Assignment:
Return all the lines below in which the string "Terrace" appears.

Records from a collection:
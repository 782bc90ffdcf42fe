import { afterAll, beforeAll, describe, expect, it } from 'vitest';
import type { Actor } from '../../src/domain/access/permissions';
import { GET as stringRoute } from '../../src/pages/api/strings/[string]/index';
import { GET as historyRoute } from '../../src/pages/api/strings/[string]/history';
import { GET as historyCsvRoute } from '../../src/pages/api/strings/[string]/history.csv';
import { GET as unitsRoute } from '../../src/pages/api/strings/[string]/units';
import { GET as unitsCsvRoute } from '../../src/pages/api/strings/[string]/units.csv';
import { stringHistory, stringPage, stringUnits } from '../../src/schemas/api/string';
import { siteNow, stringNow } from '../../src/schemas/api/now';
import { asActor } from '../../src/server/db/transaction';
import { stringsNow } from '../../src/server/queries/now';
import { sitesNow } from '../../src/server/queries/sites-now';
import { testDatabase, type TestDatabase } from '../support/database';
import { ask } from '../support/endpoint';
import { testFleet, type TestFleet } from '../support/fleet';
import { command, stand } from '../support/standing';

const HALL = 'Old Tannery Market Hall';
const NOW = new Date(Math.floor(Date.now() / 60_000) * 60_000);
const minutesAgo = (n: number) => new Date(NOW.getTime() - n * 60_000);
const STUCK = [5, 9];

let db: TestDatabase;
let fleet: TestFleet;
let analyst: Actor;
let stranger: Actor;
let customer: Actor;
const refOf = (name: string): string => fleet.site(HALL).strings.get(name)?.ref ?? '';

/** Two hours of reports: all pass, shutdown from 60 to 45 minutes ago, after which B3's 5 and 9 stay behind. */
async function report(): Promise<void> {
  await db.owner.query(
    `insert into string_frame (at, mask, string_id, voltage_sum, power_sum, voltage, voltage_in, current, temperature,
                               signal, via, state)
     select f.at, (1::int8 << s.slots::int) - 1, s.id, (select sum(v) from unnest(f.v) v),
            case when f.down then 0 else (select sum(v) from unnest(f.v) v) * 8 / 10 end,
            f.v, array_fill(4000::int2, array[s.slots::int]),
            array_fill((case when f.down then 0 else 8000 end)::int2, array[s.slots::int]),
            array_fill(400::int2, array[s.slots::int]), array_fill(-60::int2, array[s.slots::int]),
            array_fill(1::int2, array[s.slots::int]), array_fill(1::int2, array[s.slots::int])
     from string s
     cross join lateral (
       select at, at >= $2::timestamptz - interval '60 minutes' and at < $2::timestamptz - interval '45 minutes' as down,
              (select array_agg((case
                 when at >= $2::timestamptz - interval '60 minutes' and at < $2::timestamptz - interval '45 minutes' then 60
                 when s.name = 'B3' and p = any ($3::int[]) and at >= $2::timestamptz - interval '45 minutes' then -50
                 else 3900 end)::int2 order by p) from generate_series(1, s.slots) p) as v
       from generate_series($2::timestamptz - interval '2 hours', $2::timestamptz, interval '1 minute') as at) f
     where s.site_id = $1
       and not (s.name = 'B3' and f.at > $2::timestamptz - interval '100 minutes' and f.at < $2::timestamptz - interval '80 minutes')`,
    [fleet.site(HALL).id, NOW, STUCK],
  );
}

beforeAll(async () => {
  db = await testDatabase();
  fleet = await testFleet(db, [HALL, 'Netloft Terrace']);
  analyst = await fleet.actor('analyst@lowfield.example');
  stranger = await fleet.actor('manager@harbourline.example');
  customer = await fleet.actor('customer@lowfield.example');
  const site = fleet.site(HALL);
  await command(db.owner, site, 'Whole roof', 'initiator', minutesAgo(60), 'Main initiator');
  await command(db.owner, site, 'Whole roof', 'released', minutesAgo(45), 'Main initiator');
  await stand(db.owner, site, NOW, (string, position) =>
    string === 'B3' && STUCK.includes(position)
      ? { state: 'shutdown', verdict: 'stuck', since: minutesAgo(45) }
      : string === 'C2' && position <= 3
        ? { state: 'silent', since: minutesAgo(20) }
        : string === 'B4'
          ? { state: 'unheard' }
          : null,
  );
  await report();
  await db.owner.query(
    `insert into event (at, organisation_id, site_id, string_id, kind, detail)
     values ($1, $2, $3, $4, 'units_stuck', $5)`,
    [
      minutesAgo(44),
      site.organisationId,
      site.id,
      site.strings.get('B3')?.id,
      { positions: STUCK, serials: [] },
    ],
  );
});
afterAll(() => db.drop());

describe('what holds now', () => {
  it('is the shape that pages, API and live share', async () => {
    const strings = await asActor(analyst, (tx) => stringsNow(tx, NOW, { siteId: fleet.site(HALL).id }));
    for (const s of strings) stringNow.parse(s);
    expect(strings.map((s) => s.name)).toEqual([
      ...['A1', 'A2', 'A3', 'B1', 'B2', 'B3', 'B4', 'C1', 'C2', 'C3', 'D1', 'D2', 'D3'],
    ]);
    const b3 = strings.find((s) => s.name === 'B3');
    expect(b3?.counts).toMatchObject({ units: 14, passing: 12, shutdown: 2, stuck: 2 });
    expect(b3?.slots.filter((s) => s.verdict === 'stuck').map((s) => s.position)).toEqual(STUCK);
    // 12 × 36 V and 2 × 0.6 V; siblings of the plane give 36 V a unit
    expect(b3?.voltage).toBeCloseTo(12 * 36 + 2 * 0.6, 3);
    expect(b3?.expectedVoltage).toBeCloseTo(14 * 36, 3);
    expect(b3?.expectedFrom).toBe('the other strings on the south roof');
    expect(b3?.command).toMatchObject({ where: 'Whole roof', inForce: 'released' });
    // what silent and unheard units last said does not count as voltage now
    expect(strings.find((s) => s.name === 'C2')?.voltage).toBeCloseTo(9 * 36, 3);
    expect(strings.find((s) => s.name === 'B4')?.voltage).toBeNull();
  });

  it('adds up to the site', async () => {
    const [site] = await asActor(analyst, (tx) => sitesNow(tx, NOW));
    siteNow.parse(site);
    expect(site?.name).toBe(HALL);
    expect(site?.counts).toMatchObject({
      units: 184,
      stuck: 2,
      silent: 3,
      unheard: 14,
      passing: 184 - 2 - 3 - 14,
    });
    expect(site?.commands).toEqual([]);
    expect(site?.inShutdownSince).toBeNull();
  });
});

describe('a string', () => {
  it('comes with what was lost, its neighbours and its events', async () => {
    const response = await ask(stringRoute, { actor: analyst, params: { string: refOf('B3') } });
    const page = stringPage.parse(await response.json());
    expect(page.neighbours).toMatchObject({ previous: { name: 'B2' }, next: { name: 'B4' } });
    expect(page.events.map((e) => e.kind)).toEqual(['units_stuck']);
    // two units of 39 V at 8 A missing for 45 minutes, less what they draw back: 2 × 39.5 V × 8 A × 0.75 h
    expect(page.lostToday?.wh).toBeGreaterThan(2 * 39 * 8 * 0.74);
    expect(page.lostToday?.wh).toBeLessThan(2 * 40 * 8 * 0.82);
    expect(new Date(page.lostToday?.since ?? 0).getTime()).toBe(minutesAgo(45).getTime());
  });

  it('loses nothing where nothing stands', async () => {
    const response = await ask(stringRoute, { actor: analyst, params: { string: refOf('A1') } });
    expect(stringPage.parse(await response.json()).lostToday).toBeNull();
  });

  it.each([
    ['another organisation’s', () => stranger],
    ['nobody’s', () => null],
    ['a customer’s', () => customer],
  ])('is kept from %s eyes', async (_, who) => {
    const response = await ask(stringRoute, { actor: who(), params: { string: refOf('B3') } });
    expect([401, 403, 404]).toContain(response.status);
    expect(await response.text()).not.toContain('B3');
  });

  it('that does not exist is not found, whatever its identifier looks like', async () => {
    for (const string of ['00000000-0000-4000-8000-000000000000', 'x', "'; select 1"]) {
      const response = await ask(historyRoute, { actor: analyst, params: { string } });
      expect(response.status).toBe(404);
    }
  });
});

describe('the history of a string', () => {
  const history = async (name: string, query = '') => {
    const response = await ask(historyRoute, {
      actor: analyst,
      params: { string: refOf(name) },
      path: `/api/x?${query}`,
    });
    return stringHistory.parse(await response.json());
  };

  it('of a day has every report, its gap, the band of its siblings, the night and what happened', async () => {
    const from = Math.floor(minutesAgo(120).getTime() / 1000);
    const h = await history('B3', `range=day&from=${from}&to=${Math.floor(NOW.getTime() / 1000) + 60}`);
    expect(h.resolution).toBe('minute');
    expect(h.values.filter((v) => v !== null)).toHaveLength(121 - 19);
    expect(h.values.filter((v) => v === null)).toHaveLength(1);
    expect(h.values.at(-1)).toBeCloseTo(12 * 39 - 1, 3);
    const low = h.expected.low.at(-1) ?? 0;
    const high = h.expected.high.at(-1) ?? 0;
    expect(low).toBeLessThan(14 * 39);
    expect(high).toBeGreaterThan(14 * 39);
    expect(h.expected.from).toContain('other strings on the south roof');
    // siblings in steps of five minutes, each at the middle of its reports: the site has one every ten seconds
    expect([...new Set([...h.middle.at, ...h.expected.at].map((at) => at % 300))]).toEqual([145]);
    expect(h.middle.at.length).toBeGreaterThan(15);
    expect(h.middle.at.length).toBeLessThan(26);
    expect(h.marks.map((m) => [m.words, m.tone, m.to === null])).toEqual([
      ['Shutdown by the initiator', 'plum', false],
      ['Positions 5 and 9 are stuck in shutdown', 'rust', true],
    ]);
  });

  it('of a day without reports says so by being empty, with the nights of the place', async () => {
    const h = await history('B3', 'range=day&on=2026-06-03');
    expect(h.at).toEqual([]);
    expect(h.to - h.from).toBe(86_400);
    expect(h.nights.length).toBeGreaterThan(0);
  });

  it('is coarser the longer it is', async () => {
    expect((await history('B3', 'range=week')).resolution).toBe('quarter');
    expect((await history('B3', 'range=month')).resolution).toBe('quarter');
    expect((await history('B3', 'range=year')).resolution).toBe('day');
    const to = Math.floor(NOW.getTime() / 1000);
    expect((await history('B3', `range=year&from=${to - 30 * 86_400}&to=${to}`)).resolution).toBe('quarter');
  });

  it.each([
    ['range=century', 'query.range'],
    ['range=day&on=yesterday', 'query.on'],
    ['range=day&from=1700000000', 'query.to'],
    ['range=day&from=1700000000&to=1600000000', 'query.to'],
    ['range=day&from=x&to=1', 'query.from'],
  ])('refuses %s and names the field', async (query, field) => {
    const response = await ask(historyRoute, {
      actor: analyst,
      params: { string: refOf('B3') },
      path: `/api/x?${query}`,
    });
    expect(response.status).toBe(422);
    const problem = (await response.json()) as { fields: { field: string }[] };
    expect(problem.fields.map((f) => f.field)).toContain(field);
  });

  it('leaves as CSV with its units', async () => {
    const from = Math.floor(minutesAgo(30).getTime() / 1000);
    const response = await ask(historyCsvRoute, {
      actor: analyst,
      params: { string: refOf('B3') },
      path: `/api/x?range=day&from=${from}&to=${from + 600}`,
    });
    expect(response.headers.get('content-disposition')).toMatch(/Old-Tannery-Market-Hall-B3-voltage-day/);
    const lines = (await response.text()).trim().split('\r\n');
    expect(lines[0]).toContain('voltage, mean (V)');
    expect(lines).toHaveLength(11);
    expect(lines[1]?.split(',')[1]).toBe('467');
  });
});

describe('single units', () => {
  it('come for the positions asked for', async () => {
    const response = await ask(unitsRoute, {
      actor: analyst,
      params: { string: refOf('B3') },
      path: '/api/x?quantity=voltage&positions=5,6,99',
    });
    const units = stringUnits.parse(await response.json());
    expect(units.lines.map((l) => l.position)).toEqual([5, 6]);
    expect(units.lines.map((l) => l.values.at(-1))).toEqual([-0.5, 39]);
    expect(units.at.length).toBe(units.lines[0]?.values.length);
  });

  it('have a power where they report none: voltage times current', async () => {
    const response = await ask(unitsRoute, {
      actor: analyst,
      params: { string: refOf('B3') },
      path: '/api/x?quantity=power&positions=6',
    });
    expect(stringUnits.parse(await response.json()).lines[0]?.values.at(-1)).toBeCloseTo(39 * 8, 1);
  });

  it('leave as CSV, one column a position', async () => {
    const response = await ask(unitsCsvRoute, {
      actor: analyst,
      params: { string: refOf('B3') },
      path: '/api/x?quantity=current&positions=5,9',
    });
    const [head] = (await response.text()).split('\r\n');
    expect(head?.replace('\uFEFF', '')).toBe('time (UTC),position 5 (A),position 9 (A)');
  });

  it('refuses positions that are none', async () => {
    const response = await ask(unitsRoute, {
      actor: analyst,
      params: { string: refOf('B3') },
      path: '/api/x?positions=5;drop',
    });
    expect(response.status).toBe(422);
  });
});
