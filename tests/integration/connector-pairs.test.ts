import { randomUUID } from 'node:crypto';
import { afterAll, beforeAll, describe, expect, it } from 'vitest';
import type { Actor } from '../../src/domain/access/permissions';
import type { EquipmentFamily } from '../../src/domain/equipment/families';
import { GET as fileRoute } from '../../src/pages/api/attachments/[attachment]';
import { POST as pairRoute } from '../../src/pages/api/equipment/connector-pairs';
import { DELETE as endRoute } from '../../src/pages/api/equipment/connector-pairs/[pair]';
import { POST as filesRoute } from '../../src/pages/api/equipment/connector-pairs/[pair]/files';
import { testDatabase, type TestDatabase } from '../support/database';
import { ask } from '../support/endpoint';
import { list as listOf, named as namedOf, problem } from '../support/equipment';
import { testFleet, type TestFleet } from '../support/fleet';

const CLINIC = 'Weirside Clinic';
const NETLOFT = 'Netloft Terrace';

let db: TestDatabase;
let fleet: TestFleet;
let manager: Actor;
let technician: Actor;
let stranger: Actor;

beforeAll(async () => {
  db = await testDatabase();
  fleet = await testFleet(db, [CLINIC, NETLOFT]);
  manager = await fleet.actor('manager@lowfield.example');
  technician = await fleet.actor('technician@lowfield.example');
  stranger = await fleet.actor('manager@harbourline.example');
});
afterAll(() => db.drop());

const list = (family: EquipmentFamily, actor = technician) => listOf(actor, family);
const named = (family: EquipmentFamily, name: string, actor = technician) => namedOf(actor, family, name);

describe('documented pairs', () => {
  const record = async (second: string, actor = manager) => {
    const first = await named('connectors', 'Halyard 4');
    const other = await named('connectors', second);
    return ask(pairRoute, {
      actor,
      method: 'POST',
      body: { first: other.id, second: first.id, document: 'Statement', edition: '2', page: 'page 4' },
    });
  };
  it('are recorded by a manager, once at a time, and can be ended', async () => {
    expect((await record('Oxbow 30', technician)).status).toBe(403);
    const made = await record('Oxbow 30');
    expect(made.status).toBe(200);
    const { id } = (await made.json()) as { id: string };
    expect((await record('Oxbow 30')).status).toBe(409);
    expect((await list('connectors')).pairs.find((p) => p.id === id)).toMatchObject({
      evidence: 'Statement, 2, page 4',
      recordedBy: 'Orla Nettlebeck',
      endedAt: null,
    });
    const end = () => ask(endRoute, { actor: manager, params: { pair: id }, method: 'DELETE' });
    expect((await ask(endRoute, { actor: stranger, params: { pair: id }, method: 'DELETE' })).status).toBe(
      404,
    );
    expect((await end()).status).toBe(204);
    expect((await end()).status).toBe(404);
    expect((await record('Oxbow 30')).status).toBe(200);
    expect((await list('connectors', stranger)).pairs.map((p) => p.id)).not.toContain(id);
  });
  it('keep the document that they rest on, once, for the organisation alone', async () => {
    const pair = (await list('connectors')).pairs.find((p) => p.endedAt === null);
    if (!pair) throw new Error('no pair is in force');
    const ref = randomUUID();
    const pdf = '%PDF-1.4\n1 0 obj\n<<>>\nendobj\ntrailer\n<<>>\n%%EOF\n';
    const send = (actor: Actor, body: string, name = 'statement.pdf') =>
      ask(filesRoute, {
        actor,
        params: { pair: pair.id },
        path: `/api/x?ref=${ref}&name=${name}`,
        method: 'POST',
        body,
      });
    expect((await send(technician, pdf)).status).toBe(403);
    expect((await send(stranger, pdf)).status).toBe(404);
    const html = await send(manager, '<!doctype html><p>not a document</p>', 'statement.jpg');
    expect(html.status).toBe(422);
    expect((await problem(html)).detail).toMatch(/web page, whatever its name says/);
    expect((await send(manager, pdf)).status).toBe(201);
    expect((await send(manager, pdf)).status).toBe(200);
    expect((await send(manager, `${pdf}another`)).status).toBe(409);
    const seen = (await list('connectors')).pairs.find((p) => p.id === pair.id);
    expect(seen?.files).toEqual([{ id: ref, name: 'statement.pdf' }]);
    const read = (actor: Actor) => ask(fileRoute, { actor, params: { attachment: ref } });
    expect(await (await read(technician)).text()).toBe(pdf);
    expect((await read(stranger)).status).toBe(404);
  });
  it('need two different types', async () => {
    const response = await record('Halyard 4');
    expect(response.status).toBe(422);
    expect((await problem(response)).fields).toMatchObject([{ field: 'second' }]);
  });
});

Exercise answer:
  fleet = await testFleet(db, [HALL, 'Netloft Terrace']);
const NETLOFT = 'Netloft Terrace';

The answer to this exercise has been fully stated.